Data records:
'''

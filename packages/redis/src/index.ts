export { RedisAdapter, redisAdapter } from './adapter.js';
export type { RedisAdapterOptions } from './options.js';
export type { RedisArg, RedisCommand, RedisMapping } from './commands.js';
export { stringValue, hashFields, sortedSetMember, streamEntry, counter, commandMapping, offsetStreamId } from './mappings.js';
export type { StringValueMapping, HashFieldsMapping, SortedSetMemberMapping, StreamEntryMapping, CounterMapping, CustomMapping } from './mappings.js';
export { classifyRedisError, redisErrorPrefix, isUnknownOutcome } from './classify.js';
export type { RedisClassifyOptions } from './classify.js';
export { keySlot } from './slot.js';
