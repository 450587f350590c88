/**
 * The Redis sink adapter: a batch goes out as one pipeline (or one MULTI/EXEC, or with
 * `storeOffsets` one script that also stores the source offsets), and every reply is checked and
 * attributed to the record whose command it answers.
 */
import {
  type Batch,
  type ErrorClass,
  messageOf,
  type PartialWrite,
  type SinkAdapter,
  StoreError,
} from '@spillway/core';
import { invalidOption, partitionKey, type StoredOffsets } from '@spillway/core/kit';
import type { ChainableCommander, Cluster } from 'ioredis';
import { classifyRedisError, isUnknownOutcome, redisErrorPrefix } from './classify.js';
import { commandList, type RedisCommand, type RedisMapping } from './commands.js';
import { OffsetHash, type ScriptReply } from './offsets.js';
import { type RedisAdapterOptions, type ResolvedRedisOptions, resolveRedisOptions } from './options.js';
import { commandKey, refuseInScript, scriptKeys } from './script-checks.js';
import { keySlot } from './slot.js';

/** Counters of the offsets script (`storeOffsets`). They only grow. */
export interface RedisAdapterStats {
  /** Scripts that ran their commands and moved the stored offsets. */
  offsetScripts: number;
  /**
   * Scripts that changed nothing because a partition's stored offset was already past the batch's
   * first record (stored before: by a replay, a stale consumer, or a script ioredis sent twice);
   * the batch was then sent again without the stored records.
   */
  offsetConflicts: number;
  /** Records left out of a batch because the stored offset of their partition was past them, or because the batch holds their source message once more. */
  alreadyStored: number;
}

/** Rounds of "someone stored these already, send the rest" before a batch gives up (and is retried). */
const MAX_OFFSET_ROUNDS = 5;

/** A Lua error of the offsets script itself (not of a command it ran): Redis 6 and 7 wordings. */
const SCRIPT_FAILURE = /user_script:|Error running script/;

type Reply = [error: Error | null, result: unknown];

/** Severity when one record's commands fail differently: the worst reading wins. */
const RANK: Record<ErrorClass, number> = { retry: 0, split: 1, fatal: 2 };

/** A server message without the arguments Redis may echo (they can hold record data). */
function safeMessage(error: unknown): string {
  return messageOf(error).replace(/, with args beginning with:.*$/s, '');
}

export class RedisAdapter<T> implements SinkAdapter<T> {
  readonly kind = 'redis';
  private readonly o: ResolvedRedisOptions<T>;
  /** With `storeOffsets`: the hash of stored offsets and its script. */
  private readonly offsets: OffsetHash | undefined;
  private readonly counters: RedisAdapterStats = { offsetScripts: 0, offsetConflicts: 0, alreadyStored: 0 };

  constructor(options: RedisAdapterOptions<T>) {
    this.o = resolveRedisOptions(options);
    this.offsets = this.o.storeOffsets === undefined ? undefined : new OffsetHash(this.o.storeOffsets);
  }

  /** A copy of the counters (they move only with `storeOffsets`). */
  stats(): RedisAdapterStats {
    return { ...this.counters };
  }

  get mapping(): RedisMapping<T> {
    return this.o.mapping;
  }

  // biome-ignore lint/suspicious/noConfusingVoidType: matches SinkAdapter.write
  async write(batch: Batch<T>): Promise<void | PartialWrite> {
    const { mapping } = this.o;
    // Per record: its commands, or undefined when its mapping failed.
    const lists = new Array<readonly RedisCommand[] | undefined>(batch.records.length);
    // Record index → its worst error so far.
    const failed = new Map<number, StoreError>();
    for (let i = 0; i < batch.records.length; i++) {
      try {
        lists[i] = commandList(mapping, batch.records[i] as T, batch.metas[i]);
      } catch (error) {
        failed.set(
          i,
          new StoreError(`Mapping "${mapping.name}" failed for a record: ${messageOf(error)}`, {
            cause: error,
            details: { mapping: mapping.name, stage: 'mapping' },
          }),
        );
      }
    }
    if (this.offsets !== undefined) await this.writeStored(batch, lists, failed);
    else await this.writePlain(lists, failed);
    if (failed.size === 0) return undefined;
    return { rejected: [...failed].map(([index, error]) => ({ index, error })) };
  }

  /** A pipeline (or MULTI/EXEC) per group of commands; errors land in `failed`. */
  private async writePlain(
    lists: ReadonlyArray<readonly RedisCommand[] | undefined>,
    failed: Map<number, StoreError>,
  ): Promise<void> {
    const { mapping } = this.o;
    const commands: RedisCommand[] = [];
    const owner: number[] = [];
    for (let i = 0; i < lists.length; i++) {
      for (const c of lists[i] ?? []) {
        commands.push(c);
        owner.push(i);
      }
    }
    if (commands.length === 0) return;
    const groups = this.groups(commands);
    await Promise.all(
      groups.map(async (indexes) => {
        const replies = await this.send(
          indexes.map((k) => commands[k]!),
          groups.length === 1,
        );
        for (let j = 0; j < indexes.length; j++) {
          const k = indexes[j]!;
          const error = replies[j]?.[0];
          if (!error) continue;
          const command = commands[k]!;
          if (mapping.isReplay?.(error, command)) continue;
          this.blame(failed, owner[k]!, this.wrap(error, command));
        }
      }),
    );
  }

  /**
   * `storeOffsets`: the batch and its offsets as one script. When the stored offsets are ahead of
   * the batch, nothing ran; the records below them are left out and the rest is sent again.
   */
  private async writeStored(
    batch: Batch<T>,
    lists: Array<readonly RedisCommand[] | undefined>,
    failed: Map<number, StoreError>,
  ): Promise<void> {
    const hash = this.offsets!;
    const { mapping } = this.o;
    refuseInScript(mapping.name, lists, failed);
    let stored: StoredOffsets | undefined;
    for (let round = 1; ; round++) {
      const call = hash.call(batch.metas, lists, stored);
      this.counters.alreadyStored += call.skipped;
      if (call.records === 0) return;
      const keys = scriptKeys(this.o.client as { isCluster?: boolean }, hash.key, mapping.name, call);
      let reply: ScriptReply;
      try {
        reply = await hash.run(this.o.client, call, keys);
      } catch (error) {
        throw this.wrap(error, ['EVAL'], { step: 'offsets', guarded: call.guarded });
      }
      if (reply.kind === 'done') {
        this.counters.offsetScripts++;
        for (const { command, error } of reply.errors) {
          const c = call.commands[command]!;
          if (mapping.isReplay?.(error, c)) continue;
          this.blame(failed, call.owner[command]!, this.wrap(error, c));
        }
        return;
      }
      this.counters.offsetConflicts++;
      stored = reply.stored;
      if (round >= MAX_OFFSET_ROUNDS) {
        throw new StoreError(
          `The stored offsets in "${hash.key}" kept moving past this batch (${round} rounds); the batch is retried`,
          { details: { mapping: mapping.name, step: 'offsets', offsets: 'moving' } },
        );
      }
    }
  }

  /**
   * The offsets stored with this sink's data for a Kafka bridge's consumer group: the next offset
   * to read per partition (absent where nothing is stored). Used by the bridge on assignment.
   */
  async storedOffsets(
    group: string,
    partitions: ReadonlyArray<{ topic: string; partition: number }>,
  ): Promise<Array<{ topic: string; partition: number; offset: string }>> {
    const hash = this.offsets;
    if (hash === undefined)
      throw invalidOption('storeOffsets', 'set on the Redis sink whose stored offsets are read', undefined);
    if (group !== hash.group)
      throw invalidOption('groupId', `the group the sink stores offsets for ("${hash.group}")`, group);
    let stored: StoredOffsets;
    try {
      stored = await hash.read(this.o.client, partitions);
    } catch (error) {
      throw this.wrap(error, ['HMGET'], { step: 'read stored offsets' });
    }
    const out: Array<{ topic: string; partition: number; offset: string }> = [];
    for (const p of partitions) {
      const next = stored.get(partitionKey(p.topic, p.partition));
      if (next !== undefined) out.push({ topic: p.topic, partition: p.partition, offset: next.toString() });
    }
    return out;
  }

  /** Keeps the worst error of a record (fatal over split over retry). */
  private blame(failed: Map<number, StoreError>, index: number, error: StoreError): void {
    const before = failed.get(index);
    if (before === undefined || RANK[this.classify(error)] > RANK[this.classify(before)])
      failed.set(index, error);
  }

  /**
   * Command indexes grouped so that each group can go out as one pipeline: everything for a
   * standalone server; per node for a cluster pipeline; per slot for a cluster transaction.
   */
  private groups(commands: readonly RedisCommand[]): number[][] {
    const client = this.o.client as Cluster & { isCluster?: boolean; slots?: string[][] };
    if (client.isCluster !== true) return [commands.map((_, i) => i)];
    const byGroup = new Map<string, number[]>();
    for (let i = 0; i < commands.length; i++) {
      const key = commandKey(commands[i]!);
      const slot = key === undefined ? 0 : keySlot(key);
      const nodes = this.o.atomic ? undefined : client.slots?.[slot];
      const id = nodes && nodes.length > 0 ? nodes.join(';') : `slot:${slot}`;
      let g = byGroup.get(id);
      if (!g) byGroup.set(id, (g = []));
      g.push(i);
    }
    return [...byGroup.values()];
  }

  /** Sends one group; every command gets a reply pair, errors included. */
  private async send(commands: RedisCommand[], wholeBatch: boolean): Promise<Reply[]> {
    if (!this.o.atomic) {
      try {
        const replies = (await this.queue(this.o.client.pipeline(), commands).exec()) as Reply[] | null;
        if (replies) return replies;
        return commands.map(() => [new StoreError('Redis pipeline returned no replies'), null]);
      } catch (error) {
        // A cluster client can refuse a pipeline before sending it: nothing ran.
        return commands.map(() => [error as Error, null]);
      }
    }
    try {
      const replies = (await this.queue(this.o.client.multi(), commands).exec()) as Reply[] | null;
      // null: the transaction was discarded (a WATCHed key changed); nothing was applied.
      if (replies) return replies;
      return commands.map(() => [
        new StoreError('Redis transaction was discarded (EXEC returned null)', { driverCode: 'EXECNULL' }),
        null,
      ]);
    } catch (error) {
      if (redisErrorPrefix(error) === 'EXECABORT' && wholeBatch) {
        // Nothing was applied; let the engine bisect the batch to find the record(s) refused.
        throw this.wrap(error, ['EXEC']);
      }
      if (redisErrorPrefix(error) === 'EXECABORT') return this.isolate(commands);
      return commands.map(() => [error as Error, null]);
    }
  }

  /** A cluster slot's transaction was refused while queueing: find the bad commands one by one. */
  private async isolate(commands: RedisCommand[]): Promise<Reply[]> {
    const out: Reply[] = [];
    for (const c of commands) {
      try {
        const r = (await this.queue(this.o.client.multi(), [c]).exec()) as Reply[] | null;
        out.push(
          r?.[0] ?? [
            new StoreError('Redis transaction was discarded (EXEC returned null)', {
              driverCode: 'EXECNULL',
            }),
            null,
          ],
        );
      } catch (error) {
        out.push([error as Error, null]);
      }
    }
    return out;
  }

  /** Queues commands by name (`call`), so any command the server knows can be sent. */
  private queue(pipeline: ChainableCommander, commands: readonly RedisCommand[]): ChainableCommander {
    for (const c of commands)
      (pipeline.call as (...a: unknown[]) => unknown).apply(pipeline, c as unknown as unknown[]);
    return pipeline;
  }

  private wrap(
    error: unknown,
    command: readonly [string, ...unknown[]],
    extra: Record<string, unknown> = {},
  ): StoreError {
    if (error instanceof StoreError) return error;
    const unknown = isUnknownOutcome(error);
    const name = String(command[0]).toUpperCase();
    const driverCode =
      redisErrorPrefix(error) ??
      (error instanceof Error ? ((error as { code?: string }).code ?? error.name) : undefined);
    const what = unknown ? `outcome unknown for ${name}` : `${name} failed`;
    return new StoreError(`Redis ${what} (mapping "${this.o.mapping.name}"): ${safeMessage(error)}`, {
      cause: error,
      driverCode,
      details: {
        command: name,
        mapping: this.o.mapping.name,
        outcome: unknown ? 'unknown' : 'failed',
        ...extra,
      },
    });
  }

  classify(error: unknown): ErrorClass {
    if (error instanceof StoreError) {
      const { details } = error;
      if (details.stage === 'mapping') return 'split';
      if (details.offsets === 'moving') return 'retry';
      // A script whose records all carry offsets may run twice: the second run changes nothing.
      if (details.guarded === true && isUnknownOutcome(error)) return 'retry';
      // The offsets script itself failed (not a command it ran): no record is to blame.
      if (details.step === 'offsets' && SCRIPT_FAILURE.test(messageOf(error.cause))) return 'fatal';
    }
    const cls = classifyRedisError(error, {
      unknownOutcome: this.o.onUnknownOutcome === 'retry' ? 'retry' : 'split',
    });
    // A client the user ended will not come back: retrying would only wait out the budget.
    if (cls === 'retry' && this.o.client.status === 'end' && redisErrorPrefix(error) === undefined)
      return 'fatal';
    return cls;
  }

  async close(): Promise<void> {
    if (!this.o.closeClient) return;
    try {
      await this.o.client.quit();
    } catch {
      this.o.client.disconnect();
    }
  }
}

/** Creates the Redis adapter; pass it to `new Sink(adapter, options)`. */
export function redisAdapter<T>(options: RedisAdapterOptions<T>): RedisAdapter<T> {
  return new RedisAdapter(options);
}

'''

Your objective:
Only the number is wanted: how many lines in the data include the string "async"?

Expected answer:
8